The City of Alameda released a summary report this week on SunCal’s ballot initiative for Alameda Point. (Incidentally, we don’t see any indication of who within the City authored this report – the Planning Department? The City Attorney’s office?) Despite claims that the project will be “fiscally neutral” the report notes that the plan will create a total annual shortfall against the General Fund of $17.7 million over 15 years. It also explains that City fee exemptions on the project that SunCal wrote for themselves will exceed $80 million.

According to the summary, the $17.7 million shortfall is to be “mitigated” to achieve fiscal neutrality, but if and how that happens won’t be determined until the Development and Disposition Agreement (DDA) with the City is signed well after Alameda voters consider the plan in the November election.
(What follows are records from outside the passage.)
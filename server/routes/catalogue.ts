/**
 * A job's defect catalogue: the built-in items copied at job creation, plus the job's own.
 * Items are retired, never deleted (findings refer to them by code).
 * GET    /jobs/:jobId/catalogue?unitKind=&group=&includeRetired=   all roles
 * POST   /jobs/:jobId/catalogue                                     GC manager (Idempotency-Key)
 * GET    /jobs/:jobId/catalogue/:itemId                             all roles
 * PATCH  /jobs/:jobId/catalogue/:itemId                             GC manager (If-Match); retired: true|false
 * DELETE /jobs/:jobId/catalogue/:itemId                             GC manager (If-Match); retires the item (200)
 * Reads and writes: server/services/catalogue.ts.
 */
import { Router } from 'express';
import type { z } from 'zod';
import { catalogueItemParamsSchema, catalogueListQuerySchema, createCatalogueItemSchema, updateCatalogueItemSchema } from '../../shared/schemas/setup';
import { valid, validate } from '../middleware/validate';
import { policy } from '../policies';
import { presentCatalogueItem } from '../presenters/catalogue';
import { changeCatalogueItem, createCatalogueItem, findCatalogueItem, listCatalogue, retireCatalogueItem } from '../services/catalogue';
import { idempotentWrite } from '../services/idempotency';
import { pageRequest } from '../services/paging';
import { inTransaction, setupWrite } from '../services/records';
import { setEtag } from '../services/versioning';

export function catalogueRouter(): Router {
  const router = Router();

  router.get('/jobs/:jobId/catalogue', policy.jobMember(), validate({ query: catalogueListQuerySchema }), async (req, res) => {
    const query = valid<z.infer<typeof catalogueListQuerySchema>>(req.valid.query);
    const page = pageRequest(req, { sort: 'position', value: 'int' });
    res.json(await listCatalogue(req.membership!.job.id, query, page));
  });

  router.post('/jobs/:jobId/catalogue', policy.jobMember(['gc_manager']), validate({ body: createCatalogueItemSchema }), async (req, res) => {
    const body = valid<z.infer<typeof createCatalogueItemSchema>>(req.valid.body);
    await idempotentWrite(req, res, async (transaction) => {
      const item = await createCatalogueItem(setupWrite(req, transaction), body);
      setEtag(res, item.version);
      return { status: 201, body: presentCatalogueItem(item) };
    });
  });

  router.get('/jobs/:jobId/catalogue/:itemId', policy.jobMember(), validate({ params: catalogueItemParamsSchema }), async (req, res) => {
    const { itemId } = valid<z.infer<typeof catalogueItemParamsSchema>>(req.valid.params);
    const item = await findCatalogueItem(req.membership!.job.id, itemId);
    setEtag(res, item.version);
    res.json(presentCatalogueItem(item));
  });

  router.patch(
    '/jobs/:jobId/catalogue/:itemId',
    policy.jobMember(['gc_manager']),
    validate({ params: catalogueItemParamsSchema, body: updateCatalogueItemSchema }),
    async (req, res) => {
      const { itemId } = valid<z.infer<typeof catalogueItemParamsSchema>>(req.valid.params);
      const body = valid<z.infer<typeof updateCatalogueItemSchema>>(req.valid.body);
      const item = await inTransaction(req, (transaction) => changeCatalogueItem(setupWrite(req, transaction), itemId, body));
      setEtag(res, item.version);
      res.json(presentCatalogueItem(item));
    },
  );

  router.delete('/jobs/:jobId/catalogue/:itemId', policy.jobMember(['gc_manager']), validate({ params: catalogueItemParamsSchema }), async (req, res) => {
    const { itemId } = valid<z.infer<typeof catalogueItemParamsSchema>>(req.valid.params);
    const item = await inTransaction(req, (transaction) => retireCatalogueItem(setupWrite(req, transaction), itemId));
    setEtag(res, item.version);
    res.json(presentCatalogueItem(item));
  });

  return router;
}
And there is no mitigation for the estimated $82.4 million in Citywide Development Fees, Dwelling Unit Tax, Construction Improvement Tax and other fees that are waived under the ballot initiative. SunCal simply exempted themselves from having to pay those fees. An alternate development plan focused on adaptive re-use of the base and less housing could potentially generate some of those lost fees.

Further, the report explains that the $200 million in promised funding for “public benefits” may not be enough to pay for everything promised, as there was no detail provided as to how much the promised sports complex, parks and open space, Seaplane Lagoon frontage, Bay Trail extension, transit improvements, Ferry terminal and transit hub and branch library will cost. But we already new that – the Civic Center Parking Garage and Alameda Cineplex cost $40 million – it’s highly unlikely that the $200 million that SunCal promises will be enough to pay for everything they are promising. And anyway, the $200 million they promise is contingent on roughly $200 million of tax-increment financing funded by future Alameda property tax payers. This structure ensures that SunCal will get the full amount of the tax-increment financing they demand, but does not ensure that $200 million is enough to cover the promised public benefits.